TRIBUNNEWS.COM - Siapa yang tak tahu Gang Dolly, tempat lokalisasi terbesar se-Asia Tenggara yang berada di Kota Pahlawan, Surabaya.
Gang Dolly yang dulunya tempat maksiat kini tekah berubah dan beri manfaat, sejak ditutup Wali Kota Surabaya, Tri Rismaharini pada 19 Juli 2014.
Saat itu, penutupan Gang Dolly mengundang pro dan kontra dari berbagai elemen masyarakat.
Mereka yang kesehariannya bergantung dari Gang Doly menolak keras penutupan tepat lokalisasi ini.
Tak sedikit juga yang pro dengan pemerintah, mendukung penutupan Gang Dolly.
Baca: Football Family eps 2 - Drummer Band Punk Rock Unjuk Kebolehan Soal Pengetahuan dan Skill Sepak Bola
Jarwo, salah seorang masyarakat yang tinggal dan bergantung hidup di kawasan Gang Dolly menolak keras penutupan yang diakukan pemerintah kota ini.
Keseharian Jarwo dengan berjualan kopi, omsetnya perhari mencapai Rp 800 ribu, jika dikalikan satu bulan, Jarwo bisa mendapatkan uang hingga Rp 45 juta.

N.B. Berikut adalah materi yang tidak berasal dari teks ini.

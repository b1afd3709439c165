// The plain-language summary: sentences generated from the numbers, each claim no stronger than
// its interval. A direction ("raised", "lowered") is stated only when the confidence interval
// excludes zero; a prediction interval that spans zero is said to allow a loss at a new site.
import type { CompactAnalysisReport } from '../../../api/analysis/report.js';
import { decimalsFromSe, esc, finite, num } from '../markup.js';
import { levelText } from '../../text/numbers.js';

export function contrastSentence(a: CompactAnalysisReport, i: number): string {
  const p = a.twoStage.pooled[i];
  const key = `twoStage.pooled.${i}`;
  const unit = a.contrastUnits[p.name] ?? '';
  const u = unit ? ` ${esc(unit)}` : '';
  const level = levelText(a.settings.confidence);
  const d = decimalsFromSe(p.se);
  if (!finite(p.estimate)) return `<p>${esc(p.name)}: no pooled estimate could be computed.</p>`;
  const lower = p.lower ?? Number.NaN;
  const upper = p.upper ?? Number.NaN;
  const ci = `(${level} CI ${num(`${key}.lower`, p.lower, d)} to ${num(`${key}.upper`, p.upper, d)}${u})`;
  let effect: string;
  if (lower > 0) effect = `the effect was positive: ${num(`${key}.estimate`, p.estimate, d)}${u} on average ${ci}`;
  else if (upper < 0) effect = `the effect was negative: ${num(`${key}.estimate`, p.estimate, d)}${u} on average ${ci}`;
  else effect = `the data do not show a clear effect: the average was ${num(`${key}.estimate`, p.estimate, d)}${u} ${ci}, an interval that includes zero`;
  const parts = [`Across ${num(`${key}.k`, p.k, 0)} site-years, for <b>${esc(p.name)}</b> (${esc(p.meaning)}), ${effect}.`];
  if (finite(p.predictionLower) && finite(p.predictionUpper)) {
    const spans = p.predictionLower < 0 && p.predictionUpper > 0;
    parts.push(
      `At a new site the effect is expected between ${num(`${key}.predictionLower`, p.predictionLower, d)} and ${num(`${key}.predictionUpper`, p.predictionUpper, d)}${u} (${level} prediction interval)${spans ? ', so a loss at some sites cannot be ruled out' : ''}.`,
    );
    const t = a.settings.threshold;
    if (t !== 0 && finite(p.probAboveThreshold) && unit === (a.unit ?? ''))
      parts.push(`The chance that a new site gains more than the break-even ${num('settings.threshold', t, Math.max(d, 1))}${u} (a profitable response at current prices) is ${num(`${key}.probAboveThreshold`, p.probAboveThreshold, 0, { percent: true })}.`);
    else if (finite(p.probPositive)) parts.push(`The chance of a positive effect at a new site is ${num(`${key}.probPositive`, p.probPositive, 0, { percent: true })}.`);
  } else parts.push('Too few trials for a prediction at a new site.');
  return `<p class="sentence">${parts.join(' ')}</p>`;
}

export function rateSentence(a: CompactAnalysisReport): string | null {
  const rr = a.rateResponse;
  if (!rr) return null;
  const rec = rr.recommendation.recommended;
  const ru = rr.rateUnit ? ` ${esc(rr.rateUnit)}` : '';
  if (!finite(rec.rate)) return `<p class="sentence">No economic optimum rate could be estimated from these trials.</p>`;
  const k = 'rateResponse.recommendation.recommended';
  const interval =
    finite(rec.lower) && finite(rec.upper)
      ? ` with a ${levelText(a.settings.confidence)} interval of ${num(`${k}.lower`, rec.lower, 0)} to ${num(`${k}.upper`, rec.upper, 0)}${ru}${rec.upperAtTestedLimit ? ' (the upper end is the highest rate tested, so the true limit may be higher)' : ''}`
      : '';
  const nb = rr.recommendation.nearBest;
  const near =
    nb && finite(nb.lower) && finite(nb.upper) && nb.within > 0
      ? ` Rates from ${num('rateResponse.recommendation.nearBest.lower', nb.lower, 0)} to ${num('rateResponse.recommendation.nearBest.upper', nb.upper, 0)}${ru} return within ${num('rateResponse.recommendation.nearBest.within', nb.within, 2)} ${esc(rr.yieldUnit ?? '')} of the best.`
      : '';
  return `<p class="sentence">At the price ratio of ${num('rateResponse.priceRatio', rr.priceRatio, 4)}, the economic optimum ${rr.factor.toLowerCase() === 'rate' ? 'rate' : `rate of ${esc(rr.factor)}`} is ${num(`${k}.rate`, rec.rate, 0)}${ru}${interval}.${near} This summarises these trials only; label limits and local advice come first.</p>`;
}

Tak heran, jika dia bersikeras menolak aksi penutupan ini.
Dia bersama rekan-rekan pekerja Gang Dolly bahkan memiliki perkumpulan, Front Pekerja Lokalisasi, siapa saya isinya ? Gabungan PKL, PSK, dan Mucikari.
Mereka begerak dan bekerjasama untuk menggagalkan upaya pemerintah kota menutup Gang Dolly.
Aksi penghadangan terhadap petugas, demo, dan lainnya, dijelaskan secara rinci oleh Jarwo dalam serial Blusukan Butet Kertaredjasa yang tayang di Mola TV.
Bahkan hingga saat ini Jarwo masih menyimpan kenangan saat melakukan aksi yang kini memberinya hasil lebih baik, yakni kaos dan sirine.
Diakuinya, sirine dulu digunakan sebagai tanda panggilan untuk melakukan penghadangan terhadap aparat yang akan memasuki kawasan Gang Dolly.
Kini situasinya telah berbeda, Jarwo yang sempat melarikan diri pasca aksi yang dia lakukan ketika melakukan penghadangan mulai menikmati hasil dari manfaat penutupan Gang Dolly.